Finalmente, en sentencia TC/0187/25, el Tribunal Constitucional reafirmó que en ningún caso los poderes públicos o la ley podrán afectar o alterar la seguridad jurídica derivada de situaciones establecidas conforme a una legislación anterior. En consecuencia, un conflicto jurídico debe ser dilucidado de cara a la antigua ley, puesto que esa fue la norma utilizada al momento de la formación del acto jurídico o del contrato, amparado en la interrelación de los principios de la ultraactividad y la irretroactividad de la ley, y por esos motivos, un tribunal debe concentrarse en analizar la aplicación de la ley con la cual se formó el acto jurídico o el contrato.

Recordemos que uno de los pilares de todo Estado de derecho es la seguridad jurídica, y cuando el Tribunal Constitucional ha aplicado la máxima jurídica “tempus regit actum”, ha mantenido su firme criterio establecido en su sentencia TC/0100/13 sobre la seguridad jurídica, reafirmado en su sentencia TC/0025/23, que: «…es concebida como un principio jurídico general consustancial a todo Estado de Derecho, que se erige en garantía de la aplicación objetiva de la ley, de tal modo que asegura la previsibilidad respecto de los actos de los poderes públicos, delimitando sus facultades y deberes. Es la certeza que tienen los individuos que integran una sociedad acerca de cuáles son sus derechos y obligaciones, sin que el capricho, torpeza o la arbitrariedad de sus autoridades puedan causarles perjuicios…».

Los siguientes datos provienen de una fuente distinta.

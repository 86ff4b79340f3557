import type { Result } from '../../src/model/result.ts';
import type { Drawing } from '../../src/sheets/drawing/drawing.ts';
import type { Box, Point } from '../../src/sheets/drawing/svg.ts';

const SLACK = 0.5;

/** Every pair that lies over one another on a drawing, in words; empty where all is clear. */
export function overlaps(drawing: Drawing, result: Result): string[] {
  const { texts, symbols, lines } = drawing;
  const found: string[] = [];
  texts.forEach((one, k) => {
    for (const other of texts.slice(k + 1))
      if (meet(one.box, other.box)) found.push(`text ${one.text} on text ${other.text}`);
    // The words of a feed or an outlet stand inside its tag.
    for (const symbol of symbols)
      if (meet(one.box, symbol.box) && !(isTag(symbol.kind) && inside(one.box, symbol.box)))
        found.push(`text ${one.text} on symbol ${symbol.name}`);
  });
  for (const [k, one] of symbols.entries())
    for (const other of symbols.slice(k + 1))
      if (meet(one.box, other.box)) found.push(`symbol ${one.name} on symbol ${other.name}`);
  for (const { tag, points } of lines) {
    const { from, to } = result.streams[tag]!;
    const ends = [from, to, from.replace(/\..*/, ''), to.replace(/\..*/, ''), tag];
    for (const stretch of stretches(points)) {
      for (const text of texts)
        if (meet(stretch, text.box)) found.push(`line ${tag} through text ${text.text}`);
      for (const symbol of symbols)
        if (!ends.includes(symbol.name) && meet(stretch, symbol.box))
          found.push(`line ${tag} through symbol ${symbol.name}`);
    }
  }
  return found;
}

/** Places where two lines cross, counted apart from the code that avoids them. */
export function crossingPoints({ lines }: Drawing): string[] {
  const found: string[] = [];
  for (const [k, one] of lines.entries())
    for (const other of lines.slice(k + 1))
      for (const a of stretches(one.points))
        for (const b of stretches(other.points)) {
          const across = a.width === 0 ? b.height === 0 : b.width === 0;
          if (!across) continue;
          const [upright, level] = a.width === 0 ? [a, b] : [b, a];
          if (
            upright.x > level.x + SLACK &&
            upright.x < level.x + level.width - SLACK &&
            level.y > upright.y + SLACK &&
            level.y < upright.y + upright.height - SLACK
          )
            found.push(`${one.tag} x ${other.tag} at ${upright.x},${level.y}`);
        }
  return found;
}

/** Do all lines run level or upright? */
export function isOrthogonal({ lines }: Drawing): boolean {
  return lines.every(({ points }) =>
    stretches(points).every((each) => each.width === 0 || each.height === 0),
  );
}

function stretches(points: readonly Point[]): Box[] {
  return points.slice(1).map((b, k) => {
    const a = points[k]!;
    const flat = (value: number): number => (value < 0.02 ? 0 : value);
    return {
      x: Math.min(a.x, b.x),
      y: Math.min(a.y, b.y),
      width: flat(Math.abs(a.x - b.x)),
      height: flat(Math.abs(a.y - b.y)),
    };
  });
}

function isTag(kind: string): boolean {
  return kind === 'feed' || kind === 'outlet';
}

function meet(a: Box, b: Box): boolean {
  return (
    a.x + a.width > b.x + SLACK &&
    b.x + b.width > a.x + SLACK &&
    a.y + a.height > b.y + SLACK &&
    b.y + b.height > a.y + SLACK
  );
}

export function inside(a: Box, b: Box): boolean {
  return a.x >= b.x && a.y >= b.y && a.x + a.width <= b.x + b.width && a.y + a.height <= b.y + b.height;
}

Concluimos indicando que la máxima jurídica “tempus regit actum” ha sido desarrollada y aplicada por el Tribunal Constitucional de la República Dominicana con el propósito de evitar que una norma nueva altere situaciones jurídicas ya consolidadas. En las sentencias TC/0025/23 y TC/0142/23, el Tribunal Constitucional enfatizó la importancia de esta máxima jurídica como herramienta de equidad y garantía de los derechos de las personas, evitando la arbitrariedad en la aplicación normativa; ya que el objeto de esta máxima jurídica es proteger los principios constitucionales de seguridad jurídica, ultraactividad de la ley, debido proceso, expectativa legítima, congruencia de las motivaciones, irretroactividad de la ley, tutela judicial y conservación de los actos jurídicos, y garantizar que los ciudadanos sean juzgados conforme a la ley vigente al momento de la celebración o formación de contratos y actos jurídicos, consolidando la estabilidad y previsibilidad del ordenamiento jurídico nacional.

La aplicación rigurosa de las precitadas máximas jurídicas garantiza la protección de derechos fundamentales, la estabilidad de las relaciones jurídicas y la previsibilidad para todas las personas. Asimismo, orientan al legislador y a las autoridades judiciales sobre cómo abordar los cambios normativos y sus efectos en actos previamente ejecutados. Y la consolidación del valor de dichas máximas jurídicas fortalecerán el Estado de derecho y la confianza de las personas en el sistema legal y judicial dominicano, asegurando que la justicia se administre respetando el tiempo en que se realizaron los actos jurídicos o contratos y las normas vigentes en ese momento.